I finally got around to cleaning out the insides of my gas fireplace and noticed on the end of my fireplace where my side and corner brick sets there is a small 1/4" round protruding lever through a "J" slot in the frame. My best guess is that it opens or closes a damper however I looked up inside the vent while pulling the lever and see nothing going on. I can feel resistance with the lever and hear it doing something behind the firebrick but I have no idea what it may be doing.

Any thoughts?


----------



## DAKSY (Jan 25, 2017)

Outside air control, according to your manual.


----------



## bobed2121 (Jan 25, 2017)

Interesting. I looked at the manual but don't see that mechanism or it's function. Where did you find that at? I see it as an option. From the manual description:

The Model AK-MST Outside Air Kit is designed to bring
additional combustion air directly from the outside to the
fireplace. Refer to installation instructions provided with
the Outside Air Kit.


----------



## DAKSY (Jan 25, 2017)

There is a plate on the outside of the box where the lever is located. Look at the drawings in your manual.
While the lever isn't specifically shown, you said it doesn't actuate a damper in the vent, that leaves the outside air.


----------



## bobed2121 (Jan 25, 2017)

Ah now I see the description. "Outside Air Cover Plate" behind the fire brick. I'm going to assume before I do an inspection that there is some sort of vent tube running up alongside the exhaust vent and to the outside for cold air intake. I have been all over the roof in this area and both side and back of my home and never noticed any vent system. I'll have to get up in the attic and see if I can trace anything


----------



## DAKSY (Jan 25, 2017)

You'd be better off looking lower. Most outside air is run as short as possible directly to the outside wall.
Is there a cover - similar to a dryer vent - located on the outside of your home near the fireplace location?


----------



## bobed2121 (Jan 25, 2017)

The location of this FP is in our master bedroom. It's an end piece with glass on three sides and the firebrick end is connected/framed into a short (open all along the top) sheet rocked wall that serves as a divider between the MB sink and bedroom.

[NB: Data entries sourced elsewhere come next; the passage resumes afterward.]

"""Print how many published numbers are reproduced and how well: ``python -m tests.published.summary`` in the repository."""

import sys
from pathlib import Path

sys.path.insert(0, str(Path(__file__).parents[1]))

from . import test_published

if __name__ == "__main__":
    for case in test_published.CASES:
        test_published.compared(case)
    print("\n".join(test_published.summary()))
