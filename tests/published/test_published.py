"""The published cases of cases/*.toml, one printed number at a time.

An example names its ``source``, the ``edition`` it follows and its ``evidence``: "found" (the page was read), "memory" (a published
document recalled, its numbers recomputed) or "derived" (evaluated by hand from published constants: guards against change, no evidence).
It has ``work``, plain steps that call the package's formulas, tables and geometry, or a whole ``connection``; its ``family`` is that of
its file where it names none. Each of its ``results`` is an expression (``is``) or a ``check`` of the connection (or one ``step`` of it, by the
formula's name, or its ``demand``), with what the source prints: ``printed`` or ``nominal``, and ``lrfd`` and ``asd`` where it prints
available strengths (by the ``state`` of check.FACTORS).

Half the last printed digit is allowed; a source that rounds on the way gets a ``tolerance_percent`` and says ``why``.
"""

import functools
import tomllib
from collections import defaultdict
from pathlib import Path

import pytest
from helpers import checks, value_of

from gageline import families
from gageline.archive import manual
from gageline.check import FACTORS
from gageline.formula import EDITIONS

EVIDENCE = ("found", "memory", "derived")
EXAMPLE_KEYS = {"id", "source", "edition", "evidence", "work", "connection", "family", "computed_by", "results"}
RESULT_KEYS = {"is", "check", "step", "demand", "state", "printed", "nominal", "lrfd", "asd", "evidence", "tolerance_percent", "why"}

DEVIATIONS = {}
"""Case id -> (evidence, family, deviation over tolerance, printed, found); filled as the cases run."""


def problems(example):
    """Return what is wrong with an example, before it is run."""
    found = [f"{name} is missing" for name in ("id", "source", "edition", "results") if not example.get(name)]
    found += [f"unknown key {name}" for name in set(example) - EXAMPLE_KEYS]
    if len(example.get("source", "")) < 20:
        found.append("the source does not name a document and a place")
    for row in example.get("results", []):
        found += [f"unknown key {name}" for name in set(row) - RESULT_KEYS]
        if row.get("evidence", example.get("evidence")) not in EVIDENCE:
            found.append(f"evidence must be one of {', '.join(EVIDENCE)}")
        if ("tolerance_percent" in row) != ("why" in row):
            found.append("tolerance_percent and why go together")
        if row.get("tolerance_percent", 0) > 1.2:
            found.append("a tolerance above 1.2 % is no comparison")
        if not {"printed", "nominal", "lrfd", "asd"} & set(row):
            found.append("nothing printed to compare with")
        if not all(isinstance(row[name], str) for name in ("printed", "nominal", "lrfd", "asd") if name in row):
            found.append("what the source prints is given as text, so that its digits count")
        if ("is" in row) + ("check" in row) + ("demand" in row) != 1:
            found.append("a result is an expression, a check or the demand")
        if "is" in row and {"lrfd", "asd"} & set(row) and row.get("state") not in FACTORS:
            found.append("available strengths need a state of check.FACTORS")
    return found


NAMES = manual.names()


def half_digit(printed):
    """Return half a unit of the last printed digit."""
    return 0.5 * 10.0 ** -len(printed.partition(".")[2])


class Runner:
    """Works out an example once; its results are asked for one by one."""

    def __init__(self, example):
        self.example = example
        self.edition = example.get("computed_by", example["edition"])
        self.connection = functools.cache(self._connection)

    @functools.cached_property
    def scope(self):
        scope = dict(NAMES)
        exec(self.example.get("work", ""), scope)
        return scope

    def _connection(self, method):
        given = {"mark": self.example["id"], **self.example["connection"]}
        if "tension" in given:
            given["demand_level"] = method
        return families.family(self.example.get("family", "bolted")).of(edition=self.edition, method=method, **given)

    def found(self, row, kind):
        method = "ASD" if kind == "asd" else "LRFD"
        if row.get("demand"):
            return self.connection(method).demand.required_tension
        if "check" in row:
            check = checks(self.connection(method))[row["check"]]
            if "step" in row:
                return value_of(check, row["step"])
            return check.nominal if kind in ("printed", "nominal") else check.available
        value = eval(row["is"], self.scope)
        if kind in ("printed", "nominal"):
            return value
        phi, omega = FACTORS[row["state"]]
        return phi * value if method == "LRFD" else value / omega


"""File -> the family whose examples it holds where an example names none; other files bear the family's name."""

EXAMPLES = [{"family": path.stem} | example
            for path in sorted((Path(__file__).parent / "cases").glob("*.toml"))
            for example in tomllib.loads(path.read_text(encoding="utf-8"))["example"]]


def collect(examples):
    """Return (case id, runner, result row, kind) of every printed number."""
    cases = []
    for example in examples:
        runner = Runner(example)
        for number, row in enumerate(example["results"], start=1):
            for kind in ("printed", "nominal", "lrfd", "asd"):
                if kind in row:
                    what = row.get("is") or row.get("step") or row.get("check") or "demand"
                    cases.append((f"{example['id']}-{number} {what} {kind}", runner, row, kind))
    return cases


CASES = collect(EXAMPLES)


def compared(case):
    """Return (found, printed, tolerance) of one case and remember its deviation."""
    name, runner, row, kind = case
    found, printed = float(runner.found(row, kind)), row[kind]
    allowed = half_digit(printed)
    if "tolerance_percent" in row:
        allowed = max(allowed, row["tolerance_percent"] / 100 * abs(float(printed)))
    # 1e-9: a value half way between two printed digits may lie a rounding error of binary on either side
    off = abs(found - float(printed)) / (allowed * (1 + 1e-9))
    evidence = row.get("evidence", runner.example["evidence"])
    DEVIATIONS[name] = (evidence, runner.example["family"], off, printed, found)
    return found, printed, allowed, off


def summary():
    """Return lines: published numbers by grade of evidence, by family, and the largest deviations."""
    rows = list(DEVIATIONS.items())
    published = [row for row in rows if row[1][0] != "derived"]
    grades = ", ".join(f"{sum(row[1][0] == grade for row in rows)} {grade}" for grade in EVIDENCE)
    examples = {runner.example["id"] for name, runner, _, _ in CASES if name in DEVIATIONS and DEVIATIONS[name][0] != "derived"}
    whole = {runner.example["id"] for name, runner, _, _ in CASES if name in DEVIATIONS and "connection" in runner.example}
    out = [f"{len(published)} published numbers from {len(examples)} examples ({grades}; {len(whole)} examples run as whole connections)"]
    families = defaultdict(list)
    for name, (_, family, off, _, _) in published:
        families[family].append((off, name))
    for family, found in sorted(families.items()):
        cases = {id(row) for name, _, row, _ in CASES if name in {each for _, each in found}}
        off, worst = max(found)
        out.append(f"  {family}: {len(cases)} cases, {len(found)} numbers, largest deviation {off:.2f} of its tolerance ({worst})")
    if published:
        name, (_, _, off, printed, found) = max(published, key=lambda row: row[1][2])
        out.append(f"largest deviation: {off:.2f} of its tolerance, {name}: printed {printed}, found {found:.5g}")
        name, (_, _, _, printed, found) = max(published, key=lambda row: abs(row[1][4] / float(row[1][3]) - 1))
        out.append(f"largest in per cent: {100 * abs(found / float(printed) - 1):.2f} %, {name}: printed {printed}, found {found:.5g}")
    return out


@pytest.mark.parametrize("example", EXAMPLES, ids=[example.get("id", "?") for example in EXAMPLES])
def test_example_is_sourced(example):
    assert problems(example) == []


@pytest.mark.parametrize("case", CASES, ids=[case[0] for case in CASES])
def test_printed_value(case):
    found, printed, allowed, off = compared(case)

    assert off <= 1, f"printed {printed}, found {found:.6g}, allowed ±{allowed:.3g}"


def test_ids_are_unlike():
    names = [case[0] for case in CASES]

    assert len(set(names)) == len(names)


def test_enough_is_published():
    evidence = [row.get("evidence", runner.example["evidence"]) for _, runner, row, _ in CASES]
    counted = {(runner.example["id"], i) for i, (_, runner, _, _) in enumerate(CASES) if evidence[i] != "derived"}

    assert len(counted) >= 90
    assert {runner.edition for _, runner, _, _ in CASES if "connection" in runner.example} == set(EDITIONS)


GOOD = {"id": "x", "source": "A document, a place in it", "edition": "360-22", "evidence": "found", "results": [{"is": "1", "printed": "1"}]}


class TestRunnerRefuses:
    def test_a_complete_example_passes(self):
        assert problems(GOOD) == []

    @pytest.mark.parametrize("change, word", [
        ({"source": ""}, "source"), ({"source": "a book"}, "source"), ({"evidence": "own output"}, "evidence"), ({"evidence": None}, "evidence"),
        ({"edition": ""}, "edition"), ({"results": [{"is": "1", "printed": 1.0}]}, "text"),
        ({"results": [{"is": "1", "printed": "1", "tolerance_percent": 0.5}]}, "why"),
        ({"results": [{"is": "1", "printed": "1", "tolerance_percent": 5, "why": "so"}]}, "no comparison"),
        ({"results": [{"is": "1"}]}, "nothing printed"), ({"results": [{"is": "1", "lrfd": "1"}]}, "state"),
        ({"notes": "x"}, "unknown key notes"),
    ])
    def test_an_incomplete_example_does_not(self, change, word):
        assert any(word in text for text in problems(GOOD | change))

    def test_half_of_the_last_printed_digit_is_allowed(self):
        assert [half_digit(text) for text in ("4.76", "332", "0.80", "5.0")] == pytest.approx([0.005, 0.5, 0.005, 0.05])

So basically the only way a vent can run is straight up the same framed exhaust vent housing. Make sense? There is a box ( sheet rocked) that connects the FP to the ceiling and into the attic. It's completely opened on all four sides of the room, almost like it's sitting in the middle of the room. No other place for any intake to run into the FP unless it through the concrete slab floor.


----------



## DAKSY (Jan 25, 2017)

If there IS a fresh air kit on there, I guess the tube's gotta be in your attic.


----------